TED SIMONS: Maricopa County Animal Care and Control is housing too many dogs and too many cats, this as the shelter faces millions of dollars in debt. Al Aguiñaga is Divisional Manager of Code Enforcement at Animal Care and Control. He joins us now.

Thank you so much for being here.

AL AGUIÑAGA: Thanks for having me.

TED: Overrun with dogs and cats right now. Is this a time-of-the-year thing? Is it something that's been increasing over time? What's going on out there?

AL: Traditionally this is a busy time of year for us--summer is always busy. We get a heavy influx of animals coming in. A lot of folks are traveling. Monsoon season really hits us hard--every time there's a storm our shelters fill up to capacity and we're struggling and scrambling to find homes.

TED: Are these most… how do these dogs usually arrive at the facilities?

AL: There's a mixed bag. We have our officers who hit the streets every day. They're called in by the general public to pick up and rescue the strays. A large majority is brought in over the counter, folks that are rescuing dogs themselves. They see a dog in traffic, they pull it in and they bring it to our facility. We oversee 9,000 square miles of this county, one of the largest in the country, and we service 22 cities and towns, and all of those animals that are lost.

TED: I'm going to guess here, having been to shelters in the past, we're looking at lots of Chihuahuas, lots of bull terriers, pit bulls. Is that pretty much the case?

AL: Pretty much the case. Before I left the shelter today I checked our west side facility, and we had 80 Chihuahuas, currently up for adoption, that have been with us for up to three months.

That's unusual for shelters to have animals that long in general, but to have 80 Chihuahuas ready to go, and we have a special section just to hold the little guys pulled out from the general population because they keep coming in. In some larger kennels we have up to five and six Chihuahuas per kennel waiting for a home.

TED: So those who are interested in adopting, how do they go through the process and how much money is required here?

AL: It's a simple process. Right now we're running a special, it's $20. It's a license recovery. They pay for a license; they get the dog, because we're trying to create space.

Now, part of our challenge is it costs money to get the dogs out of the system. They have to be spayed and neutered; they need vaccinations and daily care. And animals sitting there for three months, they take a lot of care to take care of them.

TED: And they are sitting there longer because euthanasia isn't the first option anymore?

AL: No, no. Years passed where that was our first option. We were "72 hours hold", and then we would have to make space for more. But the community demands for us to place animals up for adoption, to find their homes, and to hold them longer so that we give the owners an opportunity to claim them. So our length of stay is a lot longer than it has been in the past. Our euthanasia policy is that of, let's do all we can for this animal right here, right now so we can try to place it rather than euthanize it.

TED: I saw a preliminary report of something in the neighborhood of $2 million in debt for Animal Care and Control. Is that accurate?

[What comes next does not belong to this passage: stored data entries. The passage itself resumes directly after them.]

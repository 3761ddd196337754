//! One image through two checkpoints, ready to show side by side: per stage, A's map and B's map
//! of one kind on one shared colour scale (so a brighter B means larger values in B, not a
//! different stretch), the difference map (1 - cosine per token) with its own scale, linear CKA
//! and the cosine statistics. When a stage's widths differ, that stage keeps its maps and CKA and
//! says why it has no difference map. The window's comparison strip and its saved comparison
//! figure are both made from this.

use super::cka::linear_cka;
use super::cosine::{token_cosines, CosineSums};
use crate::analysis::map::{stage_tokens, Map, MapKind};
use crate::analysis::prepare::{prepare_stages, PreparedStage};
use crate::analysis::scale::{normalise_maps, ScaleSpec};
use crate::analysis::TokenNorm;
use crate::engine::StageOutputs;
use crate::error::{Error, Result};

/// The difference row of one stage: its map, or why there is none.
#[derive(Clone, Debug)]
pub enum DifferenceStage {
    Shown {
        raw: Map,
        prepared: PreparedStage,
        /// Mean and minimum cosine over the stage's tokens.
        mean_cosine: f64,
        min_cosine: f64,
    },
    /// No per-token comparison (the stage widths differ); the reason, for the screen.
    Absent(String),
}

/// Everything the comparison view shows of one image.
#[derive(Clone, Debug)]
pub struct PairView {
    /// The kind the A and B rows show (the difference kind itself shows token norms there).
    pub kind_id: String,
    pub kind_label: String,
    /// A's and B's raw maps and their display versions (scalar kinds: one range per stage
    /// over A and B together).
    pub a_raw: Vec<Map>,
    pub b_raw: Vec<Map>,
    pub a: Vec<PreparedStage>,
    pub b: Vec<PreparedStage>,
    pub difference: Vec<DifferenceStage>,
    /// Linear CKA of A's and B's tokens per stage (`None` when a side has no variance).
    pub cka: Vec<Option<f64>>,
    /// Channels per stage in A and B.
    pub widths: Vec<(usize, usize)>,
}

impl PairView {
    /// Per-token cosine of (stage, row, col), when the stage has a difference map.
    pub fn cosine_at(&self, stage: usize, row: usize, col: usize) -> Option<f64> {
        match self.difference.get(stage)? {
            DifferenceStage::Shown { raw, .. } => {
                let (rows, cols) = raw.dims();
                if row >= rows || col >= cols {
                    return None;
                }
                raw.scalars()
                    .and_then(|v| v.get(row * cols + col))
                    .map(|d| 1.0 - *d as f64)
            }
            DifferenceStage::Absent(_) => None,
        }
    }
}

/// Why two passes of one image cannot be shown token by token, if they cannot.
pub fn pair_problem(a: &StageOutputs, b: &StageOutputs) -> Option<String> {
    if a.stages.len() != b.stages.len() {
        return Some(format!(
            "A has {} stages and B has {}: the checkpoints are not the same backbone shape",
            a.stages.len(),
            b.stages.len()
        ));
    }
    for (s, (ga, gb)) in a.geometry.stages.iter().zip(&b.geometry.stages).enumerate() {
        if ga.grid != gb.grid {
            return Some(format!(
                "stage {s} has {}x{} tokens in A but {}x{} in B (other patch size or merging): \
                 no token-by-token comparison",
                ga.grid.1, ga.grid.0, gb.grid.1, gb.grid.0
            ));
        }
    }
    None
}

/// Scale A's and B's scalar maps with one range per stage taken over both (or one range for
/// everything when `spec` shares it across stages).
fn normalise_joint(
    a: &[Map],
    b: &[Map],
    spec: &ScaleSpec,
) -> Result<(Vec<PreparedStage>, Vec<PreparedStage>)> {
    let joined: Vec<Map> = a
        .iter()
        .zip(b)
        .map(|(x, y)| {
            let (xs, ys) = (x.scalars(), y.scalars());
            match (xs, ys) {
                (Some(xs), Some(ys)) => Ok(Map::Scalar {
                    rows: 1,
                    cols: xs.len() + ys.len(),
                    values: [xs, ys].concat(),
                }),
                _ => Err(Error::Internal("joint scaling of an RGB map".into())),
            }
        })
        .collect::<Result<_>>()?;
    let ranges: Vec<_> = normalise_maps(&joined, spec)?
        .into_iter()
        .map(|(_, r)| r)
        .collect();
    let scaled = |maps: &[Map]| -> Vec<PreparedStage> {
        maps.iter()
            .zip(&ranges)
            .enumerate()
            .map(|(s, (m, r))| {
                let (rows, cols) = m.dims();
                let values = m
                    .scalars()
                    .unwrap_or(&[])
                    .iter()
                    .map(|&v| r.normalise(v))
                    .collect();
                PreparedStage {
                    stage: s,
                    map: Map::Scalar { rows, cols, values },
                    range: Some(*r),
                    explained: None,
                }
            })
            .collect()
    };
    Ok((scaled(a), scaled(b)))
}

/// Prepare the comparison of `a` (checkpoint A's pass) and `b` (checkpoint B's pass of the same
/// image) for `kind` under `spec`. A kind that itself needs a second pass (the difference, the
/// padding studies) shows token norms in the A and B rows. PCA rows are fitted on each side separately.
pub fn prepare_pair_view(
    a: &StageOutputs,
    b: &StageOutputs,
    kind: &dyn MapKind,
    spec: &ScaleSpec,
) -> Result<PairView> {
    if let Some(p) = pair_problem(a, b) {
        return Err(Error::BadArgument(p));
    }
    // Kinds that need a second pass (the difference itself, padding studies) show token
    // norms in the A and B rows.
    let row_kind: &dyn MapKind = if kind.needs_pair() || kind.variant().is_some() {
        &TokenNorm
    } else {
        kind
    };
    let (a_raw, a_prep) = prepare_stages(a, row_kind, spec)?;
    let (b_raw, b_prep) = prepare_stages(b, row_kind, spec)?;
    let scalar = a_raw.iter().chain(&b_raw).all(|m| m.scalars().is_some());
    let (a_prep, b_prep) = if scalar {
        normalise_joint(&a_raw, &b_raw, spec)?
    } else {
        (a_prep, b_prep)
    };
    let n = a.stages.len();
    let mut cka = Vec::with_capacity(n);
    let mut widths = Vec::with_capacity(n);
    let mut diff_raw: Vec<Option<(Map, f64, f64)>> = Vec::with_capacity(n);
    let mut reasons = Vec::with_capacity(n);
    for s in 0..n {
        let (ta, tb) = (stage_tokens(a, s)?, stage_tokens(b, s)?);
        widths.push((ta.channels, tb.channels));
        cka.push(linear_cka(
            &ta.data,
            &tb.data,
            ta.len(),
            ta.channels,
            tb.channels,
        )?);
        if ta.channels == tb.channels {
            let cos = token_cosines(&ta, &tb)?;
            let mut sums = CosineSums::default();
            sums.push(&cos);
            let st = sums.stats();
            // The same values `TokenDifference` computes, from the cosines already at hand.
            let map = Map::Scalar {
                rows: ta.rows,
                cols: ta.cols,
                values: cos.iter().map(|c| (1.0 - c) as f32).collect(),
            };
            diff_raw.push(Some((
                map,
                st.map_or(f64::NAN, |c| c.mean),
                st.map_or(f64::NAN, |c| c.min),
            )));
            reasons.push(String::new());
        } else {
            diff_raw.push(None);
            reasons.push(format!(
                "no difference map: stage {s} has {} channels in A and {} in B, so tokens \
                 have no per-token cosine (CKA still compares them)",
                ta.channels, tb.channels
            ));
        }
    }
    // The difference maps present are scaled together under `spec` (per stage or shared).
    let present: Vec<Map> = diff_raw
        .iter()
        .flatten()
        .map(|(m, _, _)| m.clone())
        .collect();
    let mut scaled = normalise_maps(&present, spec)?.into_iter();
    let difference = diff_raw
        .into_iter()
        .zip(reasons)
        .enumerate()
        .map(|(s, (d, why))| match d {
            Some((raw, mean_cosine, min_cosine)) => {
                let (map, range) = scaled.next().expect("one scaled map per present map");
                DifferenceStage::Shown {
                    raw,
                    prepared: PreparedStage {
                        stage: s,
                        map,
                        range: Some(range),
                        explained: None,
                    },
                    mean_cosine,
                    min_cosine,
                }
            }
            None => DifferenceStage::Absent(why),
        })
        .collect();
    Ok(PairView {
        kind_id: row_kind.id(),
        kind_label: row_kind.label(),
        a_raw,
        b_raw,
        a: a_prep,
        b: b_prep,
        difference,
        cka,
        widths,
    })
}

AL: Last year, some early projections showed that we might be on track for that. We relooked at the budget and it was closer to a million. Then we did a little reorganization, restructuring, and its closer to half a million right now, which is… it's exciting that we've streamlined and looked at our processes and we're doing some things a lot differently.

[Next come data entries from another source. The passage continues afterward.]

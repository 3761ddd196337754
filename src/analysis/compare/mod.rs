//! Two checkpoints side by side: linear CKA between their stage tokens (direct, and streamed
//! over many images with mergeable sums), per-token cosine, the difference map kind
//! (1 - cosine per token) and the drift of every weight tensor.

pub mod cka;
pub mod cosine;
pub mod difference;
pub mod drift;
mod exact;

pub use cka::{linear_cka, CkaSums};
pub use cosine::{token_cosines, CosineStats, CosineSums};
pub use difference::TokenDifference;
pub use drift::{weight_drift, Drift, DriftRow, DRIFT_COLUMNS};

We had to reorganize and some positions were let go. That's unfortunate, but it's all in the name of what can we do for the animals right now.

TED: And as far as what the public can do to help, why do you want this information out here? Why did you come on the show tonight?

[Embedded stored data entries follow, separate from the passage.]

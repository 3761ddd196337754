//! Per-token cosine similarity between two checkpoints' outputs for the same token:
//! `cos(a_t, b_t) = a_t . b_t / (||a_t|| ||b_t||)`, in f64. Defined only when both stages have
//! the same width. A token whose vector is zero in one checkpoint and not the other has cosine
//! 0; zero in both, cosine 1 (the two tokens are the same).

use super::exact::Dd;
use crate::analysis::map::Tokens;
use crate::error::{Error, Result};

/// The cosine of every token of `a` with the same token of `b`, row-major over the grid.
/// An error when the grids or the widths differ (the message says which).
pub fn token_cosines(a: &Tokens, b: &Tokens) -> Result<Vec<f64>> {
    if (a.rows, a.cols) != (b.rows, b.cols) {
        return Err(Error::BadArgument(format!(
            "the token grids differ ({}x{} vs {}x{}): no token-by-token comparison",
            a.rows, a.cols, b.rows, b.cols
        )));
    }
    if a.channels != b.channels {
        return Err(Error::BadArgument(format!(
            "the stage widths differ ({} vs {} channels): no per-token cosine",
            a.channels, b.channels
        )));
    }
    Ok((0..a.len())
        .map(|i| {
            let (u, v) = (a.token(i), b.token(i));
            let (mut uv, mut uu, mut vv) = (0f64, 0f64, 0f64);
            for (&x, &y) in u.iter().zip(v) {
                let (x, y) = (x as f64, y as f64);
                uv += x * y;
                uu += x * x;
                vv += y * y;
            }
            match (uu > 0.0, vv > 0.0) {
                (true, true) => (uv / (uu * vv).sqrt()).clamp(-1.0, 1.0),
                (false, false) => 1.0,
                _ => 0.0,
            }
        })
        .collect())
}

/// Mean and minimum of a set of cosines, and how many there were.
#[derive(Clone, Copy, Debug, PartialEq)]
pub struct CosineStats {
    pub mean: f64,
    pub min: f64,
    pub tokens: u64,
}

/// Running sum, minimum and count of cosines over many images (mergeable, in double-double
/// so the pooled mean does not depend on the order images or shards are added).
#[derive(Clone, Copy, Debug, PartialEq)]
pub struct CosineSums {
    pub sum: (f64, f64),
    pub min: f64,
    pub n: u64,
}

impl Default for CosineSums {
    fn default() -> Self {
        CosineSums {
            sum: (0.0, 0.0),
            min: f64::INFINITY,
            n: 0,
        }
    }
}

impl CosineSums {
    pub fn push(&mut self, cosines: &[f64]) {
        let mut s = Dd::new(self.sum.0, self.sum.1);
        for &c in cosines {
            s = s.add_f64(c);
            self.min = self.min.min(c);
        }
        self.sum = (s.hi, s.lo);
        self.n += cosines.len() as u64;
    }

    pub fn merge(&mut self, o: &CosineSums) {
        let s = Dd::new(self.sum.0, self.sum.1).add(Dd::new(o.sum.0, o.sum.1));
        self.sum = (s.hi, s.lo);
        self.min = self.min.min(o.min);
        self.n += o.n;
    }

    /// `None` before any cosine.
    pub fn stats(&self) -> Option<CosineStats> {
        (self.n > 0).then(|| CosineStats {
            mean: Dd::new(self.sum.0, self.sum.1)
                .div_f64(self.n as f64)
                .to_f64(),
            min: self.min,
            tokens: self.n,
        })
    }
}

#[cfg(test)]
mod tests {
    use super::*;

    #[test]
    fn cosines_by_hand() {
        // (1,0)·(0,1) = 0; (3,4)·(6,8) = 1; (1,1)·(-1,-1) = -1; (0,0) vs (0,0) = 1; (0,0) vs (1,0) = 0.
        let a = Tokens::new(1, 5, 2, vec![1., 0., 3., 4., 1., 1., 0., 0., 0., 0.]).unwrap();
        let b = Tokens::new(1, 5, 2, vec![0., 1., 6., 8., -1., -1., 0., 0., 1., 0.]).unwrap();
        let c = token_cosines(&a, &b).unwrap();
        for (got, want) in c.iter().zip([0.0, 1.0, -1.0, 1.0, 0.0]) {
            assert!((got - want).abs() < 1e-15, "{c:?}");
        }
        let mut s = CosineSums::default();
        s.push(&c[..2]);
        let mut t = CosineSums::default();
        t.push(&c[2..]);
        s.merge(&t);
        let st = s.stats().unwrap();
        assert!((st.mean - 0.2).abs() < 1e-15 && (st.min + 1.0).abs() < 1e-15);
        assert_eq!(st.tokens, 5);
        let wide = Tokens::new(1, 5, 3, vec![0.; 15]).unwrap();
        assert!(token_cosines(&a, &wide)
            .unwrap_err()
            .to_string()
            .contains("widths"));
    }
}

AL: We don't want the animals to come in. One of the best ways to stop them from coming in is to license your pets. A license is a free ride home. If our officers pick it up, we can take it home at no penalty, no citations… we have accurate information, so keep your license up to date with current information.

If the general public finds it, they can call it in, they can get it to you, because we will give them the information to get in contact with the owner. If it comes to our facility, it allows us to work and get the animal back to its original home. That's the real thing.

And then the licensing revenue, that's what supports our facility. So revenue is down in addition to our costs, the cost of keeping animals. But licensing revenue is a little lower. It's about 11% lower than it has been in years past.

So with that comes the cost of taking care of the animals. So if we can get people to license their pets, it saves an animal in the shelter. If a dog doesn't have to come into the facility, then we can keep the animals longer and allowing us to place them.

TED: Right. Well, best of luck to you. Going to the shelters is always a bittersweet kind of thing if you're looking for a pet, because there's so many there and you want to take them all home. It's a very difficult situation, but it sounds like you're doing the best you can. And if anyone wants more information, where do they go?

AL: 602-506-Pets, or

TED: Alright, sounds good. Thank you for joining us.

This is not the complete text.